Seperti halnya siswa yang memiliki kodratnya masing-masing, seorang pendidik tentunya telah memiliki nilai dan peran dalam dirinya masing-masing. Namun, apakah nilai dan peran tersebut telah sesuai dengan nilai dan peran yang dimiliki oleh seorang Guru Penggerak? Sudah saatnya kita sebagai pendidik bertransformasi menjadi Guru Penggerak. Jika nilai dan peran Guru Penggerak telah terimplementasikan dalam diri setiap pendidik maka akan terbentuk pribadi yang mampu mewujudkan merdeka belajar.
Nilai Guru Penggerak merupakan pintu masuk sebuah perubahan. sedangkan peran Guru Penggerak adalah rumah sebagai wadah pembenahan dalam mengimplementasikan perubahan tersebut. Nilai dan peran Guru Penggerak telah mengakomodir pemikiran dari Ki Hajar Dewantara.

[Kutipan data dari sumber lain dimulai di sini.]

def sanitise_name(name: str) -> str:
    """Return ``name`` fit for a file name: letters, digits, ``-`` and ``_`` only.

    Every other character becomes ``_``; an empty name becomes ``step``.
    """
    return _UNSAFE.sub("_", str(name)) or "step"


def sanitise_key(key: str) -> str:
    """Return a point key fit for a file name (letters, digits, ``.``, ``-``, ``_``).

    Other characters become ``_`` and leading dots are replaced, so the name can never be
    hidden, ``.`` or ``..``.
    """
    safe = _UNSAFE_KEY.sub("_", str(key))
    stripped = safe.lstrip(".")
    safe = "_" * (len(safe) - len(stripped)) + stripped
    return safe or "point"


@dataclass(frozen=True)
class Damage:
    """A line of a points file that is skipped when reading.

    Attributes
    ----------
    file : str
        Path relative to the run folder, e.g. ``points/01-sweep.csv``.
    line : int
        1-based physical line number.
    text : str
        The line, shortened for display.
    reason : str
        Why it is skipped ("torn last line", "torn line (recorded)", "malformed: ...").
    """

    file: str
    line: int
    text: str
    reason: str

    def __str__(self) -> str:
        return f"{self.file}:{self.line}: {self.reason}: {self.text!r}"


@dataclass
class _Table:
    header: list[str] | None
    rows: list[tuple[int, list[str]]]
    damage: list[Damage]
    ends_torn: bool
    line_count: int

Nilai Guru Penggerak meliputi:
- Mandiri, Tidak bergantung pada orang lain, bisa menyelesaikan tugas-tugasnya dengan baik.
- Reflektif, Melakukan refleksi terhadap praktik mengajar, mengevaluasi kelebihan dan kekurangan dalam mengajar, meminta umpan balik dari guru dan murid.
- Kolaboratif, Mampu bekerjasama dengan siapa saja dan kapan saja.
- Inovatif, Mempunyai ide-ide baru dan merealisasikannya dalam pembelajaran.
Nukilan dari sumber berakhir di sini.